### EXERCISE PROMPT
In the data below, which lines contain "index"? List them by copying each one.

Saved data entries:
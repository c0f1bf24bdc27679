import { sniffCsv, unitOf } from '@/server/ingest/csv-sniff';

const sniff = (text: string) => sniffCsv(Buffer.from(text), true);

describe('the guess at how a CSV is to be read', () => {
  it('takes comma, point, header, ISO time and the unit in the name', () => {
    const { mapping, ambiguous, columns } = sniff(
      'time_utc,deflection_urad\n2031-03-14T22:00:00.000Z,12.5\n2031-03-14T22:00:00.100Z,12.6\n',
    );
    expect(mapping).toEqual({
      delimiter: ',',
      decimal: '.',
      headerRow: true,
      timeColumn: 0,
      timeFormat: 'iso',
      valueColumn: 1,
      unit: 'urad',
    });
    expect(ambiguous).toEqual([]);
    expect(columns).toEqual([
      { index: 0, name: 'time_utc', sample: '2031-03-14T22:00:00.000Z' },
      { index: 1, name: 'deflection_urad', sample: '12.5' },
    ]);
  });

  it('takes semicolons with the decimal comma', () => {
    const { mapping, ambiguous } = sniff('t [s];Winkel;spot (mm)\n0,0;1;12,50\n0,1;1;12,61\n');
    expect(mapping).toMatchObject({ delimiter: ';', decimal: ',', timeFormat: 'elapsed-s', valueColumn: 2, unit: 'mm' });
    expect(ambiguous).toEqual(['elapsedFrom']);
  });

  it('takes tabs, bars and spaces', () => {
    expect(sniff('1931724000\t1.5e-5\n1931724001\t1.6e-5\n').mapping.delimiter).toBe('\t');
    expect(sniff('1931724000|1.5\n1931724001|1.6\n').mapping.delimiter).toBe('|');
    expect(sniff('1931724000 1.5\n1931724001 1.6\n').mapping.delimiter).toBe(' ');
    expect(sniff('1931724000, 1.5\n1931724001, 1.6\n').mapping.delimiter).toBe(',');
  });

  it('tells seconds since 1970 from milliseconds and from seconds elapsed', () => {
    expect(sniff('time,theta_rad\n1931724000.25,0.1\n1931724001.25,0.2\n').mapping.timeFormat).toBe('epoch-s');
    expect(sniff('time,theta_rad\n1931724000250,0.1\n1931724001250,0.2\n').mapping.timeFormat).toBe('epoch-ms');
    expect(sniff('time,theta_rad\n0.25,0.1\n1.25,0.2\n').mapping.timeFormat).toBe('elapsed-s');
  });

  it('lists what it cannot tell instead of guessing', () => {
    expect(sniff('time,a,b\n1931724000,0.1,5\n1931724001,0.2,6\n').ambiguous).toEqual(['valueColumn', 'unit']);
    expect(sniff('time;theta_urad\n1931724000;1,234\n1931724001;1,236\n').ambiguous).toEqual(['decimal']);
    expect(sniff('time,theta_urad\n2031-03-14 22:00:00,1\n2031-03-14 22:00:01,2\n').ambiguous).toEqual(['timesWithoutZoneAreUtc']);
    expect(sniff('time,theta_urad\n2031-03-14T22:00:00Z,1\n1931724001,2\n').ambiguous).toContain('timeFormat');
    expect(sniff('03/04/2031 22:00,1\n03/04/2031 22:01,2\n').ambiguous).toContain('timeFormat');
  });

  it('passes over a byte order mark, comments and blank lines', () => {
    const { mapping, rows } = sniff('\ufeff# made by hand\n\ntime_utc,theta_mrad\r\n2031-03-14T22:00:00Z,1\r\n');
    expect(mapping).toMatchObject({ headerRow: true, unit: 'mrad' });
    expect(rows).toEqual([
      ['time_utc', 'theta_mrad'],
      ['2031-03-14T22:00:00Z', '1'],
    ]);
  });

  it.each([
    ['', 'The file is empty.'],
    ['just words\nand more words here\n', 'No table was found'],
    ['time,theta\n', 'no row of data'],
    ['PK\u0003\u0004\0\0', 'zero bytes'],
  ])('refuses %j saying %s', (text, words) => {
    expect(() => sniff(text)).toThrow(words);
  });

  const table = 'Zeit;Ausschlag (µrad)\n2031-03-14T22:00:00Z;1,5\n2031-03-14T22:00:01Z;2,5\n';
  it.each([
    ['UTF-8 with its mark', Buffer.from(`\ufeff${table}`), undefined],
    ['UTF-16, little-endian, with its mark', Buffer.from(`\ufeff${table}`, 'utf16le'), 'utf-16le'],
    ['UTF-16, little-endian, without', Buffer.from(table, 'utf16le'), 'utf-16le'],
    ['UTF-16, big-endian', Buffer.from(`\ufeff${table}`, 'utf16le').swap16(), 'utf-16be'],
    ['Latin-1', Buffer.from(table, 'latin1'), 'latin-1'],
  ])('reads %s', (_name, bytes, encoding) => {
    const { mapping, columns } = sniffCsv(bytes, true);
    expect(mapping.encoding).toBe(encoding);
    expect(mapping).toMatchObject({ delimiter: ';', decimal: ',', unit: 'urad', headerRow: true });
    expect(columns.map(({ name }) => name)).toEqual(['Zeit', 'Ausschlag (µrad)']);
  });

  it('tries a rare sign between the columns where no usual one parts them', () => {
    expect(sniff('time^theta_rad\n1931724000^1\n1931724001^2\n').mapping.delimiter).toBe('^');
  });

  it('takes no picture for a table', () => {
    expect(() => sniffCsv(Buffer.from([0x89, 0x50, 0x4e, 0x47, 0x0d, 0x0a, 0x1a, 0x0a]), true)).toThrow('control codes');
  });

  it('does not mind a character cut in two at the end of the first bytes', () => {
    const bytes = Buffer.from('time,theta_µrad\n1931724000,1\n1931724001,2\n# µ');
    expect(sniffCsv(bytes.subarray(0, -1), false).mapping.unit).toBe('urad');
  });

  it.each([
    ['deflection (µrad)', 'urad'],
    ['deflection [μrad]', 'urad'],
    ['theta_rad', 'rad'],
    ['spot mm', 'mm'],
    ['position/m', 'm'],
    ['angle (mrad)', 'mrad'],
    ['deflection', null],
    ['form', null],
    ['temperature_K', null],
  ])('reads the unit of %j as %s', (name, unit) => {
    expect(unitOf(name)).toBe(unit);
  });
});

### EXERCISE ANSWER
      { index: 0, name: 'time_utc', sample: '2031-03-14T22:00:00.000Z' },
      { index: 1, name: 'deflection_urad', sample: '12.5' },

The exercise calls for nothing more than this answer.